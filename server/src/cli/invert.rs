//! `ohmline invert`: one-off inversion of a data file (and optionally a
//! time-lapse inversion against a baseline file) for a consultant, without a
//! database. Writes `model.json`, `summary.json` and `section.png`.
//!
//! Data files are read by the ingest parser (the same CSV a meter uploads:
//! `a,b,m,n` labels plus `resistance_ohm`, or `current_ma` and `voltage_mv`);
//! the sequence is the files' own quadrupole list.

use std::path::{Path, PathBuf};
use std::time::Instant;

use anyhow::Context;
use clap::{Args, ValueEnum};
use ohmline_core::errormodel::ErrorModel;
use ohmline_core::figures::{Canvas, Figure, SectionFigure, SectionParams, SectionValues};
use ohmline_core::forward::{Forward, ForwardParams};
use ohmline_core::geometry::{LineGeometry, Surface};
use ohmline_core::inversion::{EpochData, InversionParams, InversionReport, StartModel, invert};
use ohmline_core::mesh::{Mesh, MeshParams};
use ohmline_core::section::SectionGrid;
use ohmline_core::sequence::{Quadrupole, Sequence};
use ohmline_core::timelapse::{
    Baseline, Linearisation, TimeLapseMode, TimeLapseParams, invert_change,
};
use serde_json::{Value, json};

use crate::files;
use crate::ingest::{parse::parse_csv, readings_on_line};

/// Time-lapse formulation of `ohmline invert --baseline`.
#[derive(Debug, Clone, Copy, PartialEq, Eq, ValueEnum)]
pub enum ChangeMode {
    /// Ratio inversion: the data ratio to the baseline times a homogeneous response.
    Ratio,
    /// Difference inversion against the baseline model.
    Difference,
}

/// Options of `ohmline invert`.
#[derive(Debug, Args)]
pub struct InvertArgs {
    /// Electrodes CSV (label,x,z).
    #[arg(long, value_name = "FILE")]
    pub electrodes: PathBuf,
    /// Readings CSV as a meter uploads it: a,b,m,n and resistance_ohm, or
    /// current_ma and voltage_mv.
    #[arg(long, value_name = "FILE")]
    pub data: PathBuf,
    /// Ground surface CSV (x,z); without it the surface runs through the electrodes.
    #[arg(long, value_name = "FILE")]
    pub surface: Option<PathBuf>,
    /// Baseline readings CSV: invert the change of --data against it.
    #[arg(long, value_name = "FILE")]
    pub baseline: Option<PathBuf>,
    /// Time-lapse formulation (with --baseline).
    #[arg(long, value_enum, default_value_t = ChangeMode::Ratio)]
    pub mode: ChangeMode,
    /// Relative error of a reading, percent (the b of δR = a + b·|R|).
    #[arg(long, value_name = "PCT", default_value_t = 2.0)]
    pub error_relative: f64,
    /// Absolute error of a reading, Ω (the a of δR = a + b·|R|).
    #[arg(long, value_name = "OHM", default_value_t = 0.001)]
    pub error_absolute: f64,
    /// Folder for model.json, summary.json and section.png (created if missing).
    #[arg(long, value_name = "DIR", default_value = ".")]
    pub out_dir: PathBuf,
}

fn read(p: &Path) -> anyhow::Result<String> {
    std::fs::read_to_string(p).with_context(|| format!("reading {}", p.display()))
}

/// Reads the electrodes and the ground surface of a line.
pub(super) fn read_line(
    electrodes: &Path,
    surface: Option<&Path>,
) -> anyhow::Result<(LineGeometry, Surface)> {
    let (_, line) = files::read_electrodes(&electrodes.display().to_string(), &read(electrodes)?)?;
    let surface = match surface {
        Some(p) => Surface::new(files::read_surface(&p.display().to_string(), &read(p)?)?)
            .with_context(|| format!("surface {}", p.display()))?,
        None => Surface::through_line(&line, &[])?,
    };
    Ok((line, surface))
}

/// Reads a readings CSV through the ingest parser: its quadrupoles with R (Ω).
/// Errors name the file, the row and the field.
fn read_readings(path: &Path, line: &LineGeometry) -> anyhow::Result<Vec<(Quadrupole, f64)>> {
    let body = std::fs::read(path).with_context(|| format!("reading {}", path.display()))?;
    let name = path.display();
    let parsed = parse_csv(&body, usize::MAX).map_err(|e| anyhow::anyhow!("{name}: {e}"))?;
    readings_on_line(&parsed, line).map_err(|e| anyhow::anyhow!("{name}: {e}"))
}

/// The union of the files' quadrupoles (first file's order, then new ones)
/// and each file's readings on it.
fn on_common_sequence(
    files: &[&[(Quadrupole, f64)]],
    n_electrodes: usize,
) -> anyhow::Result<(Sequence, Vec<EpochData>)> {
    let mut quads: Vec<Quadrupole> = Vec::new();
    let mut index = std::collections::HashMap::new();
    for f in files {
        for (q, _) in f.iter() {
            index.entry(*q).or_insert_with(|| {
                quads.push(*q);
                quads.len() - 1
            });
        }
    }
    let seq = Sequence::new(quads, n_electrodes)?;
    let data = files
        .iter()
        .map(|f| {
            let mut r = vec![None; seq.len()];
            for (q, v) in f.iter() {
                r[index[q]] = Some(*v);
            }
            EpochData::new(&seq, r)
        })
        .collect::<Result<Vec<_>, _>>()?;
    Ok((seq, data))
}

/// The summary of one inversion as JSON.
fn report_json(r: &InversionReport, present: usize) -> Value {
    json!({
        "chi2_per_datum": r.chi2(),
        "chi2_history": r.chi2_history(),
        "rms_pct": r.rms_pct(),
        "iterations": r.iterations(),
        "lambda": r.lambda(),
        "converged": r.converged(),
        "warnings": r.warnings(),
        "readings_present": present,
        "readings_used": r.used().len(),
        "readings_dropped": present - r.used().len(),
        "cells": r.model().len(),
        "cells_in_mask": r.mask().iter().filter(|&&m| m).count(),
    })
}

/// Cells of a section as JSON objects with their polygon, depth, coverage and
/// mask flag; `extra` adds named per-cell values.
fn cells_json(
    grid: &SectionGrid,
    coverage: &[f64],
    mask: &[bool],
    extra: &[(&str, &[f64])],
) -> Value {
    let cells: Vec<Value> = grid
        .cells()
        .iter()
        .enumerate()
        .map(|(j, c)| {
            let mut o = json!({
                "polygon": c.polygon(),
                "centroid": c.centroid(),
                "depth_m": c.depth(),
                "coverage": coverage[j],
                "in_mask": mask[j],
            });
            for (name, v) in extra {
                o[*name] = json!(v[j]);
            }
            o
        })
        .collect();
    Value::Array(cells)
}

fn electrodes_json(line: &LineGeometry) -> Value {
    Value::Array(
        line.electrodes()
            .iter()
            .map(|e| json!({"label": e.label(), "x": e.x(), "z": e.z()}))
            .collect(),
    )
}

/// Renders a section figure as PNG.
pub(super) fn section_png(
    grid: &SectionGrid,
    line: &LineGeometry,
    title: String,
    subtitle: String,
    values: SectionValues<'_>,
    mask: Option<&[bool]>,
) -> anyhow::Result<Vec<u8>> {
    let fig = SectionFigure::new(
        grid,
        SectionParams {
            title,
            subtitle: Some(subtitle),
            values,
            line: Some(line),
            well_resolved: mask,
            fade: 0.6,
            zones: Vec::new(),
            vertical_exaggeration: 1.0,
        },
    )?;
    Ok(fig.png(&Canvas::with_default_font(1400, 700)?)?)
}

pub(super) fn write(dir: &Path, name: &str, bytes: &[u8]) -> anyhow::Result<()> {
    let p = dir.join(name);
    std::fs::write(&p, bytes).with_context(|| format!("writing {}", p.display()))
}

/// Runs the inversion and writes the three output files.
pub fn run(args: InvertArgs) -> anyhow::Result<()> {
    let started = Instant::now();
    let (line, surface) = read_line(&args.electrodes, args.surface.as_deref())?;
    for (name, v) in
        [("--error-relative", args.error_relative), ("--error-absolute", args.error_absolute)]
    {
        if !(v.is_finite() && v >= 0.0) {
            anyhow::bail!("{name} must be a finite number ≥ 0, got {v}");
        }
    }
    if args.error_relative == 0.0 && args.error_absolute == 0.0 {
        anyhow::bail!("--error-relative and --error-absolute cannot both be 0");
    }
    let errors = ErrorModel::new(args.error_absolute, args.error_relative / 100.0)?;
    let data = read_readings(&args.data, &line)?;
    let baseline = args.baseline.as_deref().map(|p| read_readings(p, &line)).transpose()?;
    std::fs::create_dir_all(&args.out_dir)
        .with_context(|| format!("creating {}", args.out_dir.display()))?;
    let mesh = Mesh::new(&line, &surface, &MeshParams::default())?;
    let forward = Forward::new(mesh, &ForwardParams::default())?;
    let grid = forward.mesh().section();
    let params = InversionParams::default();
    let error_json =
        json!({"relative_pct": args.error_relative, "absolute_ohm": args.error_absolute});
    let (model, summary, png) = match &baseline {
        None => {
            let (seq, epochs) = on_common_sequence(&[&data], line.len())?;
            let r =
                invert(&forward, &seq, &epochs[0], &errors, StartModel::MedianApparent, &params)?;
            let model = json!({
                "kind": "resistivity",
                "electrodes": electrodes_json(&line),
                "cells": cells_json(grid, r.coverage(), r.mask(), &[("rho_ohm_m", r.model())]),
            });
            let mut summary = report_json(&r, data.len());
            summary["kind"] = json!("resistivity");
            summary["error_model"] = error_json;
            summary["elapsed_s"] = json!(started.elapsed().as_secs_f64());
            let png = section_png(
                grid,
                &line,
                "Resistivity section".into(),
                format!(
                    "{}: χ²/N {:.2}, RMS {:.1} %, {} iterations; pale cells are poorly resolved",
                    args.data.display(),
                    r.chi2(),
                    r.rms_pct(),
                    r.iterations()
                ),
                SectionValues::Resistivity { rho: r.model(), limits: None },
                Some(r.mask()),
            )?;
            (model, summary, png)
        }
        Some(base) => {
            let (seq, epochs) = on_common_sequence(&[base, &data], line.len())?;
            let b = Baseline::new(&forward, &seq, &epochs[..1], &errors, &params)?;
            let mode = match args.mode {
                ChangeMode::Ratio => TimeLapseMode::Ratio,
                ChangeMode::Difference => TimeLapseMode::Difference,
            };
            let tl =
                TimeLapseParams { mode, linearisation: Linearisation::Update, inversion: params };
            let c = invert_change(
                &forward,
                &seq,
                &b,
                &epochs[1],
                &errors,
                StartModel::MedianApparent,
                &tl,
            )?;
            let rho_t: Vec<f64> =
                b.report().model().iter().zip(c.ratio()).map(|(r0, q)| r0 * q).collect();
            let mode_name = match args.mode {
                ChangeMode::Ratio => "ratio",
                ChangeMode::Difference => "difference",
            };
            let ci = c.inversion();
            let model = json!({
                "kind": "change",
                "mode": mode_name,
                "electrodes": electrodes_json(&line),
                "cells": cells_json(grid, ci.coverage(), c.mask(), &[
                    ("change_pct", c.percent_change()),
                    ("baseline_rho_ohm_m", b.report().model()),
                    ("rho_ohm_m", &rho_t),
                ]),
            });
            let summary = json!({
                "kind": "change",
                "mode": mode_name,
                "error_model": error_json,
                "baseline": report_json(b.report(), base.len()),
                "change": report_json(ci, data.len()),
                "elapsed_s": started.elapsed().as_secs_f64(),
            });
            let png = section_png(
                grid,
                &line,
                format!("Change against the baseline ({mode_name} inversion)"),
                format!(
                    "{} against {}: χ²/N {:.2}, {} iterations; pale cells are poorly resolved",
                    args.data.display(),
                    base_name(&args),
                    ci.chi2(),
                    ci.iterations()
                ),
                SectionValues::ChangePercent { change: c.percent_change(), limit: None },
                Some(c.mask()),
            )?;
            (model, summary, png)
        }
    };
    write(&args.out_dir, "model.json", serde_json::to_string_pretty(&model)?.as_bytes())?;
    write(&args.out_dir, "summary.json", serde_json::to_string_pretty(&summary)?.as_bytes())?;
    write(&args.out_dir, "section.png", &png)?;
    let part = if summary["kind"] == "change" { &summary["change"] } else { &summary };
    println!(
        "{}: χ²/N {:.2}, RMS {:.2} %, {} iterations, converged {}, {} of {} readings used, {:.1} s; wrote model.json, summary.json, section.png in {}",
        summary["kind"].as_str().unwrap_or_default(),
        part["chi2_per_datum"].as_f64().unwrap_or(f64::NAN),
        part["rms_pct"].as_f64().unwrap_or(f64::NAN),
        part["iterations"],
        part["converged"],
        part["readings_used"],
        part["readings_present"],
        started.elapsed().as_secs_f64(),
        args.out_dir.display()
    );
    for w in part["warnings"].as_array().into_iter().flatten() {
        println!("warning: {}", w.as_str().unwrap_or_default());
    }
    Ok(())
}

fn base_name(args: &InvertArgs) -> String {
    args.baseline.as_ref().map(|p| p.display().to_string()).unwrap_or_default()
}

-- -- --

> What to work on
Every line above carrying the word "warnings" needs to be shown.

> Task answer
        "warnings": r.warnings(),
    for w in part["warnings"].as_array().into_iter().flatten() {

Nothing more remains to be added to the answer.